— Exercise aim —
Up to and including the line that contains "import numpy as np", return every line from the start of the data, unchanged.

— Task material —

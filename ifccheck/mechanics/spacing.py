"""How near bars lie to the concrete's surface and to one another."""

from __future__ import annotations

from collections.abc import Sequence
from dataclasses import dataclass

import numpy as np

from ifccheck.mechanics.arrays import Bools, Floats

Ring = Sequence[tuple[float, float]]


def distance_to_surface(y: Floats, z: Floats, rings: Sequence[Ring]) -> Floats:
    """Distance of points from the nearest edge of an outline.

    Parameters
    ----------
    y, z
        Points in the section [mm] (P).
    rings
        The outline and its voids; points (y, z) [mm].

    Returns
    -------
    Floats
        [mm] (P), whether a point lies inside or outside.

    Examples
    --------
    >>> square = [(0.0, 0.0), (400.0, 0.0), (400.0, 400.0), (0.0, 400.0)]
    >>> distance_to_surface(np.array([50.0]), np.array([200.0]), [square])
    array([50.])
    """
    return distance_to_edges(y, z, edges_of(rings))


def edges_of(rings: Sequence[Ring]) -> Floats:
    """The edges of an outline: where each starts and ends (E, 2, 2)."""
    corners = [np.asarray(ring, dtype=np.float64) for ring in rings]
    ends = [np.roll(ring, -1, axis=0) for ring in corners]
    return np.stack([np.concatenate(corners), np.concatenate(ends)], axis=1)


def distance_to_edges(y: Floats, z: Floats, edges: Floats) -> Floats:
    """Distance of points from the nearest of some edges.

    Parameters
    ----------
    y, z
        Points [mm] (P).
    edges
        Where each edge starts and ends: those for all points (E, 2, 2), or for each its own
        (P, E, 2, 2) [mm].

    Returns
    -------
    Floats
        [mm] (P)
    """
    start_y, start_z = edges[..., 0, 0], edges[..., 0, 1]
    along_y, along_z = edges[..., 1, 0] - start_y, edges[..., 1, 1] - start_z
    length_squared = np.maximum(along_y * along_y + along_z * along_z, 1e-12)
    from_y, from_z = y[:, None] - start_y, z[:, None] - start_z
    share = np.clip((from_y * along_y + from_z * along_z) / length_squared, 0.0, 1.0)
    off_y = y[:, None] - (start_y + share * along_y)
    off_z = z[:, None] - (start_z + share * along_z)
    return np.asarray(np.sqrt((off_y * off_y + off_z * off_z).min(axis=1)))


IN_CONTACT = 1.1
"""Bars whose centres are no further apart than this part of their mean diameter touch: room for
ribs and for the rounding of models"""

BESIDE_LAP = 150.0
"""Bars that lap are no further apart than this [mm] (CSA A23.3-14, 12.14.2.3, from memory)"""

GOING_ON = 300.0
"""Two bars lap where either goes on by more than this [mm] beyond the other's end: the least
length over which a bar develops (CSA A23.3-14, 12.2.1)"""


@dataclass(frozen=True, slots=True)
class BarPlace:
    """Where the bars of beams are that have as many bars (..., P)."""

    y: Floats
    """Centre [mm]"""
    z: Floats
    diameter: Floats
    start: Floats
    """Along the axis [mm]"""
    end: Floats
    whole_start: Floats
    """Of the whole bar, where it goes on at another height [mm]"""
    whole_end: Floats

    def distance(self) -> Floats:
        """Between the centres of any two bars [mm] (..., P, P)."""
        dy, dz = (each[..., :, None] - each[..., None, :] for each in (self.y, self.z))
        return np.hypot(dy, dz)

    def beside(self) -> Bools:
        """Whether one bar runs beside another on some part of its way (..., P, P)."""
        before = self.start[..., :, None] < self.end[..., None, :]
        other = ~np.eye(self.y.shape[-1], dtype=np.bool_)
        return np.asarray(before & np.swapaxes(before, -1, -2) & other)


def nearest_neighbour(bars: BarPlace, together: Bools | None = None) -> Floats:
    """Centre distance of each bar to the nearest bar that it runs beside.

    Parameters
    ----------
    bars
        The bars of beams that have as many.
    together
        Pairs that are left out, as they are of one bundle (..., P, P).

    Returns
    -------
    Floats
        [mm] (..., P); inf for a bar on its own.

    Examples
    --------
    >>> y, z, d = np.array([0.0, 80.0, 200.0]), np.full(3, 50.0), np.full(3, 20.0)
    >>> ends = np.zeros(3), np.full(3, 5000.0)
    >>> nearest_neighbour(BarPlace(y, z, d, *ends, *ends))
    array([ 80.,  80., 120.])
    """
    counting = bars.beside() if together is None else bars.beside() & ~together
    return np.asarray(np.where(counting, bars.distance(), np.inf).min(axis=-1, initial=np.inf))


def bundled(bars: BarPlace) -> Bools:
    """Pairs of bars of one bundle: in contact, or held together by bars between them.

    Parameters
    ----------
    bars
        The bars of beams that have as many.

    Returns
    -------
    Bools
        (..., P, P)

    Examples
    --------
    >>> y, z, d = np.array([0.0, 20.0, 40.0, 120.0]), np.full(4, 50.0), np.full(4, 20.0)
    >>> ends = np.zeros(4), np.full(4, 5000.0)
    >>> bundled(BarPlace(y, z, d, *ends, *ends)).sum(axis=-1).tolist()
    [2, 2, 2, 0]
    """
    reach = IN_CONTACT * (bars.diameter[..., :, None] + bars.diameter[..., None, :]) / 2.0
    touching = bars.beside() & (bars.distance() <= reach)
    if not touching.any():
        return np.asarray(touching)
    own = np.eye(bars.y.shape[-1], dtype=np.bool_)
    linked, known = touching | own, 0
    while int(linked.sum()) != known:
        known = int(linked.sum())
        linked = (linked.astype(np.float64) @ linked.astype(np.float64)) > 0.0
    return np.asarray(linked & ~own)


def lapped(bars: BarPlace) -> Bools:
    """Whether each bar laps another: each goes on beyond an end of the other.

    Parameters
    ----------
    bars
        The bars of beams that have as many.

    Returns
    -------
    Bools
        (..., P)

    Examples
    --------
    >>> y, z, d = np.array([0.0, 20.0, 90.0]), np.full(3, 50.0), np.full(3, 20.0)
    >>> ends = np.array([0.0, 3000.0, 0.0]), np.array([4000.0, 7000.0, 7000.0])
    >>> lapped(BarPlace(y, z, d, *ends, *ends)).tolist()
    [True, True, False]
    """
    before = bars.whole_start[..., None, :] - bars.whole_start[..., :, None] > GOING_ON
    beyond = bars.whole_end[..., None, :] - bars.whole_end[..., :, None] > GOING_ON
    first = before & beyond & bars.beside() & (bars.distance() <= BESIDE_LAP)
    return np.asarray(first.any(axis=-1) | first.any(axis=-2))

— Output of the exercise —
filename ifccheck/mechanics/spacing.py
"""How near bars lie to the concrete's surface and to one another."""

from __future__ import annotations

from collections.abc import Sequence
from dataclasses import dataclass

import numpy as np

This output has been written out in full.